Transparency to Specification – Translating Sustainable Product Claims

Moderated by Ted Hettick, New Business Director, Function:


Kathrina Simonen, RA, SE, LEED-AP 
Assistant Professor, University of Washington, College of Built Environments, Department of Architecture

Heather Gadonniex, LEED-AP
Strategic Development & Innovation, UL Environment
GRI Certified Sustainability Reporter

Francesca Desmarais
Research Associate, Director of the 2030 Challenge for Products, 2030, Inc. / Architecture 2030

Derrick Teal
Editor of Environmental Design + Construction, the official magazine for LEED professionals


Function: Construct Knowledge Series Spring Webinar 

Listen to Part 1 of webinar from the download above

Watch Part 2 of webinar by clicking HERE

Transparency to Specification was a two-part Construct Knowledge Series webinar event covering how emerging trends such as Environmental Product Declarations (EPD) and Life Cycle Analysis (LCA) impact product specification.

The discussion featured perspectives and insights from a diverse group of industry professionals who are experts in their respective fields. In addition to EPD’s and LCA’s, the discussion also covered other topics such as green product certifications, the progression of LEED, carbon footprints, embodied energy and other topics impacting how products are specified.

Areas of discussion:
• Green product certifications
• How EPDs impact product specification.
• Which design phase are LCAs considered?
• Progression and impact of LEED
• Carbon footprints
• Embodied energy
• Objective product comparisons
• Greenwashing, ambiguous product claims


Noteable Quotes from Webinar:

Kate Simonen 

“It [EPDs] will grow to be an accepted or expected parted of good industry performance.” 

“EPDs and LCAs are really the international standard method of getting data and information from research to practice.” 

“EPDs provide a more transparent and technically robust method of reporting a product’s environmental impact. 

“Just because a product has an EPD doesn’t mean it is an environmentally preferable product.  There is a lot of dialogue right now essentially alluding to the fact that if you have an EPD then you have a green product, and that not just the case.  EPD is an equivalent of a nutrition label for food.  Just because food has a nutrition label on it doesn’t mean it’s healthy for you.  But if you read lots of nutrition labels you can understand that at certain times some foods are better for you than other times.  There are many different criteria for nutrition labels just like there are many different criteria on an EPD. “ 


Derrick Teal 

“I think the whole point of getting an EPD is to show you don’t really have anything to hide.”

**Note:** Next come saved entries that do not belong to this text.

#pragma once
// One soil unit's compute, free of Gmsh: load its parameter set (and run a check test) or run its
// calibration, and say what came out: parameters with units and intervals, fit quality, curves.

#include <nlohmann/json.hpp>

#include <string>
#include <vector>

#include "project_file.hpp"
#include "triaxcal/calibrate.hpp"

namespace triaxcal::gmsh {

/// q against axial strain, measured (points) or simulated (line).
struct Curve {
  std::string label;        ///< e.g. "CD-50 measured", "check test"
  bool measured = false;
  std::vector<double> axial_strain;  ///< decimal
  std::vector<double> q;             ///< kPa
};

struct ParameterOutput {
  std::string name;
  std::string unit;
  double value = 0.0;
  std::string status;       ///< "free", "fixed", "tied" or "" (a plain parameter set)
  bool has_interval = false;
  double low = 0.0, high = 0.0;  ///< 95 % interval where the set has one
};

struct UnitResult {
  bool ok = false;
  bool converged = true;    ///< calibration: the outcome is converged (false: stopped or poor_fit, a warning)
  std::string message;      ///< the error, or one line on what was done (a calibration: its outcome and reason)
  std::string model;
  nlohmann::json parameter_set;  ///< "triaxcal-parameters" object (null on error)
  std::vector<ParameterOutput> parameters;
  nlohmann::json fit;       ///< calibration: outcome, outcome_reason, termination, objective, curves' RMSE and R^2; else null
  double check_peak_q = 0.0;  ///< parameter set: largest q of the check test (kPa)
  std::vector<Curve> curves;

  /// What the project file keeps: status, message, computed, model, parameters (model order: name,
  /// unit, value, status, interval_95), parameter_set, fit, check_peak_q.
  nlohmann::json to_json(const std::string& computed) const;
};

/// Never throws for bad input: an InputError becomes ok = false with its message.
UnitResult compute_unit(const Project& project, const UnitSettings& settings, const CalibrationCallback& progress);

}  // namespace triaxcal::gmsh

“I think that once LEAD v4 is introduced you’ll see a lot more EPDs being specified or products of EPDs being specified…” 


Heather Gadonniex

“Having an EPD at this point, particularly in North America, really demonstrates true sustainability leadership.” 

“They [EPDs] are easy to understand and they are credible, which I think adds a lot to the validity of the tool.” 

“If you are looking at product literature, there is no guarantee that those claims are third party verified.  But if you have an EPD, there is essentially a seal of approval saying, ‘OK, this document has been reviewed by a third party program operator.’ Not only has the LCA been verified, but the actual content of the EPD has also be verified against the product category rules.”  

“The end user of the EPD encourages the use of more environmentally friendly and sustainable products, ultimately driving product development, innovation and the manufacturing process.” 


Francesca Desmarais 

“Without an EPD, architects and specifiers are in the dark about the comprehensive environmental and health impact of that product.”